Although this study offers new findings on the role of eosinophils in AIS, it also has some limitations. Firstly, this was a retrospective single-centre study with a small sample size, thus, due to the design of the study, there was a higher probability of potential confounding factors. A small sample size might also be explanatory of the wide CI for the adjusted OR of AEC as well as the fact that no association was found between AEC and sICH despite an observed link between AEC and HT. Ergo, it must be emphasized that the precision of our results has limitations and in order to confirm these initial findings, a larger scale multicentre prospective study is necessary.
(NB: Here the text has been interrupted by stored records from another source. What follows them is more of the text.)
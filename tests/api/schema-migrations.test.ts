/**
 * The migrations (QueryInterface, raw SQL only where it cannot say a thing) against two committed snapshots,
 * both written by server/dev/schema-snapshot.ts (see there, and DEVELOPERS.md "A migration"):
 * - tests/fixtures/schema/schema.json, the catalog (columns, constraints, indexes, enum types, functions,
 *   triggers; server/dev/schema-catalog.ts) of a fresh database: a fresh database built today must equal it,
 *   so a migration whose effect changed fails here (and every down, then every up again, comes back to it);
 * - tests/fixtures/schema/demo-earlier.sql.gz, a pg_dump of an earlier version's demo database with its rows:
 *   restored and taken forward by today's migrations, it loses no row, keeps every earlier column's
 *   values, and ends with the same schema as a fresh database.
 */
import { gunzipSync } from 'node:zlib'
import { afterAll, describe, expect, it } from 'vitest'
import { Sequelize, QueryTypes } from 'sequelize'
import pg from 'pg'
import { randomBytes } from 'node:crypto'
import { readFileSync } from 'node:fs'
import { join } from 'node:path'
import { migrator } from '../../server/db/migrate'
import { readCatalog, type Catalog } from '../../server/dev/schema-catalog'

const admin = process.env.PG_ADMIN_URL!
const fixtures = join(import.meta.dirname, '../fixtures/schema')
const snapshot = JSON.parse(readFileSync(join(fixtures, 'schema.json'), 'utf8')) as Catalog
const created: string[] = []
const open: Sequelize[] = []

async function freshDatabase(tag: string): Promise<{ s: Sequelize; url: string }> {
  const name = `schema_${tag}_${randomBytes(4).toString('hex')}`
  const c = new pg.Client({ connectionString: admin })
  await c.connect()
  await c.query(`CREATE DATABASE "${name}"`)
  await c.end()
  created.push(name)
  const url = new URL(admin)
  url.pathname = `/${name}`
  const s = new Sequelize(url.toString(), { dialect: 'postgres', logging: false })
  open.push(s)
  return { s, url: url.toString() }
}

afterAll(async () => {
  for (const s of open) await s.close()
  const c = new pg.Client({ connectionString: admin })
  await c.connect()
  for (const n of created) await c.query(`DROP DATABASE IF EXISTS "${n}" WITH (FORCE)`)
  await c.end()
}, 30_000)

/** Each catalog part compared on its own, so that a failure names the part (columns, indexes, …). */
function expectSameSchema(actual: Catalog, expected: Catalog) {
  for (const key of Object.keys(expected) as (keyof Catalog)[]) {
    expect(actual[key], `${key} (a new migration? then run npx tsx server/dev/schema-snapshot.ts and commit the snapshot)`).toEqual(expected[key])
  }
  expect(Object.keys(actual).sort()).toEqual(Object.keys(expected).sort())
}

/**
 * Per table: its row count and a checksum of the given columns over all rows (raw SQL: a checksum of whole
 * tables, which the models do not describe; the table and column names come from the catalog).
 */
async function tableSums(s: Sequelize, columns: Record<string, unknown>[]) {
  const byTable = new Map<string, string[]>()
  for (const c of columns) byTable.set(String(c.table_name), [...(byTable.get(String(c.table_name)) ?? []), String(c.column_name)])
  const parts = [...byTable].map(([t, cols]) => {
    const row = `row(${cols.map((c) => `"${c}"`).join(', ')})::text`
    return `SELECT '${t}' AS t, count(*)::int AS n, md5(coalesce(string_agg(${row}, E'\\n' ORDER BY ${row}), '')) AS sum FROM "${t}"`
  })
  return s.query<{ t: string; n: number; sum: string }>(`${parts.join(' UNION ALL ')} ORDER BY 1`, { type: QueryTypes.SELECT })
}

/**
 * pg_dump writes a check `col IN ('a', 'b')` on a varchar back as `(ARRAY['a'::character varying, …])::text[]`,
 * which PostgreSQL reads in again as `ARRAY[('a'::character varying)::text, …]`: the same check, spelled
 * otherwise after a restore. This spells every such check the restored way, on both sides of the comparison.
 */
function asRestored(c: Catalog): Catalog {
  const respell = (def: string) =>
    def.replace(/\(ARRAY\[([^\]]*)\]\)::([a-z ]+)\[\]/g, (_, items: string, type: string) => `ARRAY[${items.split(', ').map((i) => `(${i})::${type}`).join(', ')}]`)
  return { ...c, constraints: c.constraints.map((r) => ({ ...r, def: respell(String(r.def)) })) }
}

describe('migrations', () => {
  it('build a fresh database equal to the committed schema snapshot (information_schema, pg_constraint, pg_indexes, pg_enum, pg_proc, pg_trigger, pg_extension)', async () => {
    const { s } = await freshDatabase('fresh')
    await migrator(s).up()
    const catalog = await readCatalog(s)
    expect(snapshot.columns.length).toBeGreaterThan(100)
    expect(snapshot.indexes.length).toBeGreaterThan(50)
    expectSameSchema(catalog, snapshot)
  }, 120_000)

  it('undo to an empty database and redo to the same schema (every down, then every up again)', async () => {
    const { s } = await freshDatabase('redo')
    await migrator(s).up()
    await migrator(s).down({ to: 0 })
    const left = await readCatalog(s)
    // Only umzug's own ledger stays (and the pgcrypto extension, which 0001's down leaves in place).
    expect([...new Set(left.columns.map((c) => c.table_name))]).toEqual(['schema_migrations'])
    expect(left.enums).toEqual([])
    expect(left.triggers).toEqual([])
    expect(left.functions).toEqual([])
    await migrator(s).up()
    expectSameSchema(await readCatalog(s), snapshot)
  }, 120_000)

  it('take the demo database of an earlier version forward without losing a row or a value', async () => {
    const { s, url } = await freshDatabase('upgrade')
    // The dump is plain SQL (INSERTs) run as one script on a connection of its own (it empties search_path).
    const c = new pg.Client({ connectionString: url })
    await c.connect()
    await c.query(gunzipSync(readFileSync(join(fixtures, 'demo-earlier.sql.gz'))).toString('utf8'))
    await c.end()

    // Snippets that an advisor wrote on the earlier version (its seed had none), so that 0050 meets rows.
    // Raw SQL: the earlier schema, which today's models do not describe.
    await s.query(`INSERT INTO reply_snippets (title, body, created_by) SELECT 'Bass trap sizes, from ' || name, 'Hello {{listener.name}}', id FROM users WHERE role = 'advisor' ORDER BY email LIMIT 3`)

    // Every earlier column but the migrations' own ledger, which grows by what is applied (checked below).
    const earlier = (await readCatalog(s)).columns.filter((c) => c.table_name !== 'schema_migrations')
    const before = await tableSums(s, earlier)
    const count = (t: string) => before.find((r) => r.t === t)?.n ?? 0
    // A demo database worth the name: the seed's people, rooms, cases and their messages (and the snippets above).
    for (const t of ['users', 'rooms', 'cases', 'messages', 'case_events', 'reply_snippets']) expect(count(t), t).toBeGreaterThan(2)

    const recorded = await s.query<{ name: string }>('SELECT name FROM schema_migrations ORDER BY name', { type: QueryTypes.SELECT })
    const pending = (await migrator(s).pending()).map((m) => m.name)
    expect(pending.length, 'the demo snapshot should be of an earlier version (server/dev/schema-snapshot.ts --demo REV)').toBeGreaterThan(0)
    const applied = (await migrator(s).up()).map((m) => m.name)
    expect(applied).toEqual(pending)
    expect(await tableSums(s, earlier)).toEqual(before)
    expect((await tableSums(s, [{ table_name: 'schema_migrations', column_name: 'name' }]))[0].n).toBe(recorded.length + applied.length)

    // The seed's own ledger (demo_seeds) is the one table a fresh database does not have.
    expectSameSchema(asRestored(await readCatalog(s, ['demo_seeds'])), asRestored(snapshot))
    if (applied.includes('0050-personal-and-team-snippets')) {
      // 0050: the snippets that existed before were everyone's, so they became team snippets.
      const scopes = await s.query<{ scope: string; n: number }>('SELECT scope, count(*)::int AS n FROM reply_snippets GROUP BY scope', { type: QueryTypes.SELECT })
      expect(scopes).toEqual([{ scope: 'team', n: count('reply_snippets') }])
    }
  }, 120_000)
})

describe('models', () => {
  it('every application table has a model, and every model attribute is a column of its table', async () => {
    const { models } = await import('../../server/db/models')
    const { db } = await import('../../server/db/sequelize')
    const cols = await db().query<{ table_name: string; column_name: string }>(
      `SELECT table_name, column_name FROM information_schema.columns WHERE table_schema = 'public'`, { type: QueryTypes.SELECT })
    // Library tables: umzug's ledger and the socket.io adapter's payload table have no model.
    const library = new Set(['schema_migrations', 'socket_io_attachments'])
    const tables = new Set(cols.map((c) => c.table_name).filter((t) => !library.has(t)))
    const byTable = new Map((Object.values(models()) as unknown as typeof import("sequelize").Model[] as never as { getTableName(): string; getAttributes(): Record<string, { field: string }> }[]).map((m) => [m.getTableName(), m]))
    expect([...tables].sort()).toEqual([...byTable.keys()].sort())
    for (const [table, m] of byTable) {
      const have = new Set(cols.filter((c) => c.table_name === table).map((c) => c.column_name))
      for (const a of Object.values(m.getAttributes())) expect(have, `${table}.${a.field}`).toContain(a.field)
    }
  })
})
Secondly, we only used baseline values to predict the occurrence of HT even though it is not clear whether AEC is a static variable. Moreover, because we were not able to collect as much information as we intended on patients’ history of allergic diseases, we did not analyse this data and consequently some valuable information might have been missed.

Conclusions

To sum up, even though our results support the hypothesis that AEC could possibly be considered as an independent predictive marker of HT after AIS treatment with IVT, they are only suggestive of this link. Therefore, larger prospective multicentre studies are needed to further evaluate the temporal dynamics of AEC and its usefulness in predicting the development HT and especially sICH which is the most clinically relevant subtype of HT. A better understanding of the role of eosinophils during stroke is necessary because it could aid in clinical decision making when treating AIS with IVT and lead to novel immunomodulatory therapies for AIS.